The series deals with a metacommentary of the notion of retcons to super-hero histories as Alan Moore himself creates a new backstory for the characters of Awesome Comics, to replace the shared universe they had before Rob Liefeld left Image several years earlier.

==Plot==
In 1997, Mick Tombs/Knightsabre returns to Youngblood H.Q., drunk and depressed. He intends to make sexual propositions to Leeana Creel/Riptide at her quarters, but passes out. The next morning, members of Youngblood find Riptide's body, beaten to death in her room, and Knightsabre appears to be the only logical suspect, though he has no memory of it and swears he is innocent. Afraid of media scrutiny over Riptide's suspected murder, Shaft, Badrock and Vogue consult Savage Dragon and Supreme for help, and are told that Knightsabre's trial will take place on Supreme's floating citadel. Toby King is hired as defense for Knightsabre.

During the lengthy trial, after analyzing the memory banks of cybernetic Youngblood member Diehard, King proposes that a mythical book, which Riptide possessed months before her death, was responsible for the events, piecing together many statements about the lengthy history of the book, which was created by Hermes, the god associated with language, who gave it to Glory's mother, who subsequently buried it in Earth during its creation. The book alters reality when somebody writes upon it, and it has been acquired by many powerful figures over centuries, including the creature who would become Youngblood's Troll and Puritan immortal serial killer Deliverance Drue. Drue was defeated when Wild West-era superhero Kid Thunder literally crossed Drue out of existence. During a recess, Mr. Graves, administrator for Youngblood, reveals that Knightsabre is his son and that he is disbanding Youngblood due to the media circulation regarding the trial.

King reveals in the trial that Leanna Creel was the daughter of 1950s superhero Storybook Smith (a descendant of Deliverance Drue) who used the magic book to great lengths to fight crime and gain fame, before the book's robbery and Smith's disappearance.
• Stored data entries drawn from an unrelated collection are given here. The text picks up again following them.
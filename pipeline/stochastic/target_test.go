package stochastic

import (
	"math"
	"testing"
)

// example returns parameters of an invented crust.
func example() Params {
	return Params{
		Source:   Source{Magnitude: 6, StressDropPa: 8e6, ShearVelocityMPS: 3500, DensityKGM3: 2800, Partition: HorizontalPartition},
		Path:     Path{DistanceM: 30e3, BreakM: 50e3, FarExponent: 0.5, Q0: 150, QExponent: 0.5, VelocityMPS: 3500, DurationSPerM: 5e-5},
		Site:     Site{Vs30MPS: 760, KappaS: 0.035},
		Window:   StandardWindow(),
		LowCutHz: 0.15,
		OnsetS:   12,
	}
}

// bare returns the example without path attenuation, site and filters.
func bare() Params {
	p := example()
	p.Path.Q0 = 1e12
	p.Site = Site{}
	p.LowCutHz = 0
	return p
}

// The same target in the units of the source paper: km, km/s, g/cm³, dyn·cm and
// bar give cm/s with the factor 1e-20.
func TestTargetInPublishedUnits(t *testing.T) {
	p := example()
	for _, f := range []float64{0.05, 0.3, 1, 4, 20} {
		m0 := math.Pow(10, 1.5*6+16.05)
		f0 := 4.9e6 * 3.5 * math.Cbrt(80/m0)
		c := 0.55 / math.Sqrt2 * 2 / (4 * math.Pi * 2.8 * math.Pow(3.5, 3)) * 1e-20
		source := c * m0 * math.Pow(2*math.Pi*f, 2) / (1 + math.Pow(f/f0, 2))
		path := 1.0 / 30 * math.Exp(-math.Pi*f*30/(150*math.Sqrt(f)*3.5))
		site := Amplification(f, 760, 3500) * math.Exp(-math.Pi*0.035*f)
		cut := 1 / math.Sqrt(1+math.Pow(0.15/f, 4))
		near(t, "FourierTarget in cm/s", 100*FourierTarget(f, p), source*path*site*cut, 1e-11)
	}
}

// Displacement is flat far below the corner and acceleration far above it; the
// two plateaus meet at the corner.
func TestTargetPlateaus(t *testing.T) {
	p := bare()
	f0 := CornerFrequency(Moment(6), 8e6, 3500)
	low, high := f0*1e-4, f0*1e4
	displacement := FourierTarget(low, p) / math.Pow(2*math.Pi*low, 2)
	want := 0.55 / math.Sqrt2 * 2 * Moment(6) / (4 * math.Pi * 2800 * math.Pow(3500, 3) * 30e3)
	near(t, "displacement plateau in m·s", displacement, want, 1e-7)
	near(t, "acceleration plateau in m/s", FourierTarget(high, p), want*math.Pow(2*math.Pi*f0, 2), 1e-7)
	near(t, "value at the corner", FourierTarget(f0, p), want*math.Pow(2*math.Pi*f0, 2)/2, 1e-9)
	if y := FourierTarget(0, p); y != 0 {
		t.Errorf("FourierTarget(0) = %g, want 0", y)
	}
}

func TestTargetFactors(t *testing.T) {
	reference := FourierTarget(2, bare())
	for _, c := range []struct {
		name   string
		change func(*Params)
		want   float64
	}{
		{"kappa", func(p *Params) { p.Site.KappaS = 0.05 }, math.Exp(-math.Pi * 0.05 * 2)},
		{"Q without frequency", func(p *Params) { p.Path.Q0, p.Path.QExponent = 200, 0 }, math.Exp(-math.Pi * 2 * 30e3 / (200 * 3500))},
		{"low cut at its corner", func(p *Params) { p.LowCutHz = 2 }, 1 / math.Sqrt2},
		{"high cut at its corner", func(p *Params) { p.HighCutHz = 2 }, 1 / math.Sqrt2},
		{"low cut an octave above", func(p *Params) { p.LowCutHz = 4 }, 1 / math.Sqrt(17)},
		{"response", func(p *Params) { p.Response = func(f float64) float64 { return f } }, 2},
		{"partition", func(p *Params) { p.Source.Partition /= 2 }, 0.5},
	} {
		p := bare()
		c.change(&p)
		near(t, c.name, FourierTarget(2, p)/reference, c.want, 1e-9)
	}
}

func TestSpreading(t *testing.T) {
	p := Path{BreakM: 50e3, FarExponent: 0.5}
	for _, c := range []struct{ r, want float64 }{
		{10e3, 1e-4},
		{50e3, 2e-5},
		{50e3 * (1 + 1e-12), 2e-5}, // continuous at the break
		{200e3, 1e-5},              // four times as far, half the amplitude
	} {
		p.DistanceM = c.r
		near(t, "Spreading", Spreading(p), c.want, 1e-11)
	}
}

// The generic rock site of Boore & Joyner (1997), Vs30 = 620 m/s, is quoted from
// memory, with three digits. One power law cannot follow it exactly: 5 % is all that a
// made-up motion needs.
func TestAmplificationOfGenericRock(t *testing.T) {
	for _, c := range []struct{ f, want float64 }{
		{0.09, 1.10}, {0.16, 1.18}, {0.51, 1.42}, {0.84, 1.58}, {1.25, 1.74},
		{2.26, 2.06}, {3.17, 2.25}, {6.05, 2.58}, {16.6, 3.13}, {61.2, 4.00},
	} {
		near(t, "Amplification", Amplification(c.f, 620, 3500), c.want, 0.05)
	}
}

func TestAmplificationLimits(t *testing.T) {
	// A quarter wavelength of 30 m: the averaged velocity is Vs30 itself.
	near(t, "Amplification at Vs30/120 Hz", Amplification(760.0/120, 760, 3500), math.Sqrt(3500.0/760), 1e-3)
	near(t, "Amplification far below", Amplification(1e-4, 760, 3500), 1, 1e-4)
	if a := Amplification(1, 0, 3500); a != 1 {
		t.Errorf("Amplification without Vs30 = %g, want 1", a)
	}
	if soft, hard := Amplification(1, 250, 3500), Amplification(1, 900, 3500); soft <= hard {
		t.Errorf("amplification %g on soft, %g on hard ground: want more on soft", soft, hard)
	}
}

func TestValidate(t *testing.T) {
	if err := example().Validate(); err != nil {
		t.Fatalf("valid parameters: %v", err)
	}
	for _, c := range []struct {
		name   string
		change func(*Params)
		want   string
	}{
		{"no stress", func(p *Params) { p.Source.StressDropPa = 0 }, "stochastic: stress drop in Pa is 0"},
		{"NaN", func(p *Params) { p.Path.DistanceM = math.NaN() }, "stochastic: distance in m is NaN"},
		{"infinite", func(p *Params) { p.Path.Q0 = math.Inf(1) }, "stochastic: Q0 is +Inf"},
		{"negative kappa", func(p *Params) { p.Site.KappaS = -0.01 }, "stochastic: kappa in s is -0.01"},
		{"magnitude", func(p *Params) { p.Source.Magnitude = 11 }, "stochastic: magnitude is 11; it must lie in 0 to 10"},
		{"filters", func(p *Params) { p.HighCutHz = 0.1 }, "stochastic: high cut 0.1 Hz is not above low cut 0.15 Hz"},
		{"window", func(p *Params) { p.Window.Eta = 1 }, "stochastic: window ε 0.2 and η 1 must lie between 0 and 1"},
		{"stretch", func(p *Params) { p.Window.Stretch = 0 }, "stochastic: window stretch is 0"},
	} {
		p := example()
		c.change(&p)
		if err := p.Validate(); err == nil || err.Error() != c.want {
			t.Errorf("%s: Validate() = %v, want %q", c.name, err, c.want)
		}
	}
}
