package demo

import (
	"bytes"
	"context"
	"errors"
	"fmt"
	"os"
	"path/filepath"
	"runtime"

	"golang.org/x/sync/errgroup"
)

// The size of the region where Options leave it open, all of it with names, and
// the limit of both numbers, which keeps codes within the width that the formats
// have for them.
const (
	DefaultEvents   = 12
	DefaultStations = 20
	MaxCount        = 999
)

// Options say what Write makes. The zero value is the region as built in, with
// seed 0 and without damaged files.
type Options struct {
	Events   int  // earthquakes; 0 means DefaultEvents
	Stations int  // 0 means DefaultStations
	Seed     int  // of all random numbers
	Damaged  bool // add a folder of damaged files
}

// Summary says what Write wrote.
type Summary struct {
	Events, Stations int
	Records          int   // pairs of event and station, those of roof and borehole besides
	Channels         int   // components of all records
	Files            int   // record files, the damaged ones not counted
	Damaged          int   // damaged files
	Bytes            int64 // of all files, catalogue and README included
	Catalogue        string
}

// ErrNotEmpty says that the folder to write to holds something else already.
var ErrNotEmpty = errors.New("the folder holds something else; choose another or empty it")

// Write makes the invented region's records in the folder dir, which is created
// if need be and must be empty: a folder for each network, catalogue.csv,
// README.txt and, if asked for, the folder damaged. Every event is recorded by
// every station. What is written depends on the options alone.
//
// Errors are of the options, ErrNotEmpty, or of the file system; after an error
// the folder may hold some of the files.
func Write(dir string, opts Options) (Summary, error) {
	opts, err := opts.complete()
	if err != nil {
		return Summary{}, err
	}
	if err := prepare(dir, opts); err != nil {
		return Summary{}, err
	}
	w := writer{dir: dir, seed: int64(opts.Seed), events: events(opts.Events, int64(opts.Seed)), stations: stations(opts.Stations, int64(opts.Seed))}
	sum, err := w.records()
	if err != nil {
		return Summary{}, err
	}
	sum.Events, sum.Stations = opts.Events, opts.Stations
	if opts.Damaged {
		if err := w.damaged(&sum); err != nil {
			return Summary{}, err
		}
	}
	return sum, w.texts(&sum)
}

// complete fills in the defaults and checks the counts.
func (o Options) complete() (Options, error) {
	for _, c := range []struct {
		name   string
		count  *int
		open   int
		plural string
	}{{"events", &o.Events, DefaultEvents, "earthquakes"}, {"stations", &o.Stations, DefaultStations, "stations"}} {
		if *c.count == 0 {
			*c.count = c.open
		}
		if *c.count < 0 || *c.count > MaxCount {
			return o, fmt.Errorf("%s: %d %s; 1 to %d can be made", c.name, *c.count, c.plural, MaxCount)
		}
	}
	return o, nil
}

// prepare makes sure that dir exists and is empty, or holds the files of the
// same options, which are then written again.
func prepare(dir string, opts Options) error {
	if err := os.MkdirAll(dir, 0o777); err != nil {
		return fmt.Errorf("create demo folder: %w", err)
	}
	entries, err := os.ReadDir(dir)
	if err != nil {
		return fmt.Errorf("read demo folder: %w", err)
	}
	earlier, err := os.ReadFile(filepath.Join(dir, readmeName))
	if err == nil && bytes.Contains(earlier, []byte(signature(opts))) {
		return nil
	}
	if len(entries) > 0 {
		return fmt.Errorf("write demo to %s: %w", dir, ErrNotEmpty)
	}
	return nil
}

// writer writes the files of one call.
type writer struct {
	dir      string
	seed     int64
	events   []event
	stations []station
}

// records simulates and writes all records. Each pair of event and station has
// its own random numbers and its own place in the results, so that the order of
// the work does not show.
func (w *writer) records() (Summary, error) {
	for i := range min(len(networks), len(w.stations)) {
		if err := os.MkdirAll(filepath.Join(w.dir, w.stations[i].network.folder), 0o777); err != nil {
			return Summary{}, fmt.Errorf("create network folder: %w", err)
		}
	}
	parts := make([]Summary, len(w.events)*len(w.stations))
	group, ctx := errgroup.WithContext(context.Background())
	group.SetLimit(runtime.GOMAXPROCS(0))
	for pair := range parts {
		if ctx.Err() != nil { // a file could not be written: the rest need not be tried
			break
		}
		group.Go(func() (err error) {
			parts[pair], err = w.pair(pair/len(w.stations), pair%len(w.stations))
			return err
		})
	}
	if err := group.Wait(); err != nil {
		return Summary{}, err
	}
	var sum Summary
	for _, p := range parts {
		sum.Records += p.Records
		sum.Channels += p.Channels
		sum.Files += p.Files
		sum.Bytes += p.Bytes
	}
	return sum, nil
}

// pair writes what one station recorded of one event.
func (w *writer) pair(event, station int) (Summary, error) {
	var sum Summary
	for _, r := range w.simulate(event, station) {
		sum.Records++
		sum.Channels += len(r.columns())
		for _, f := range r.station.network.encode(r) {
			if err := w.file(filepath.Join(r.station.network.folder, f.name), f.data, &sum); err != nil {
				return sum, err
			}
			sum.Files++
		}
	}
	return sum, nil
}

// simulate makes the records of one pair.
func (w *writer) simulate(event, station int) []*record {
	sequence := sequenceRecords + uint64(event)*(MaxCount+1) + uint64(station)
	return simulate(&w.events[event], &w.stations[station], generator(w.seed, sequence))
}

// file writes one file and adds its size to the sum.
func (w *writer) file(name string, data []byte, sum *Summary) error {
	if err := os.WriteFile(filepath.Join(w.dir, name), data, 0o666); err != nil {
		return fmt.Errorf("write demo file: %w", err)
	}
	sum.Bytes += int64(len(data))
	return nil
}

// damaged writes two files that no reader may accept: one cut off in its
// samples, one of which the unit is no acceleration.
func (w *writer) damaged(sum *Summary) error {
	if err := os.MkdirAll(filepath.Join(w.dir, "damaged"), 0o777); err != nil {
		return fmt.Errorf("create folder: %w", err)
	}
	// The last station built in is there whatever the number of stations.
	built := writer{seed: w.seed, events: w.events, stations: builtInStations()}
	r := built.simulate(0, len(built.stations)-1)[0]
	c := r.columns()[0]
	whole := at2File(r, c, "000")
	cut := bytes.LastIndexByte(whole[:len(whole)*3/5], '\n') + 1
	for _, f := range []file{
		{"truncated.AT2", whole[:cut]},
		{"unknown-unit.csv", plainFile(r, c, "V")},
	} {
		if err := w.file(filepath.Join("damaged", f.name), f.data, sum); err != nil {
			return err
		}
		sum.Damaged++
	}
	return nil
}

// texts writes catalogue and README.
func (w *writer) texts(sum *Summary) error {
	table, err := catalogue(w.events, w.stations)
	if err != nil {
		return fmt.Errorf("write catalogue: %w", err)
	}
	sum.Catalogue = filepath.Join(w.dir, "catalogue.csv")
	if err := w.file("catalogue.csv", table, sum); err != nil {
		return err
	}
	return w.file(readmeName, readme(w.seed, sum), sum)
}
One of Supreme's robot clones enters the trial, having found the book in the home of Marcus Langston/Sentinel, the founder and leader of Team Youngblood. The book eventually came into the hands of Langston after its theft from Storybook Smith, and Langston used it to refashion his life so he became Sentinel and superheroes subsequently became more violent and morally questionable. Prior to her death, Riptide recognized the book and stole it from Sentinel during a Youngblood barbecue at his home. Sentinel deduced that Riptide had stolen it and went to her quarters to retrieve it, killing her during a fight and manipulating the evidence to make Knightsabre look guilty.

When this is revealed to the court, Sentinel reacts violently, attempting to retrieve the book, but it falls off the citadel and is lost. Sentinel is imprisoned for murdering Riptide. He also turns out to be a descendant of Kid Thunder, whose kin Deliverance Drue swore a curse against before his defeat. As Youngblood disbands, the Allied Supermen of America (an analogue for the Justice League) are inspired by the event to reform, as the magical book finds itself in the hands of a homeless young woman.

==Collected editions==
The limited series was later collected as a trade paperback by Checker Book Publishing Group in 2003 (150 pages, ISBN 0-9741664-5-6).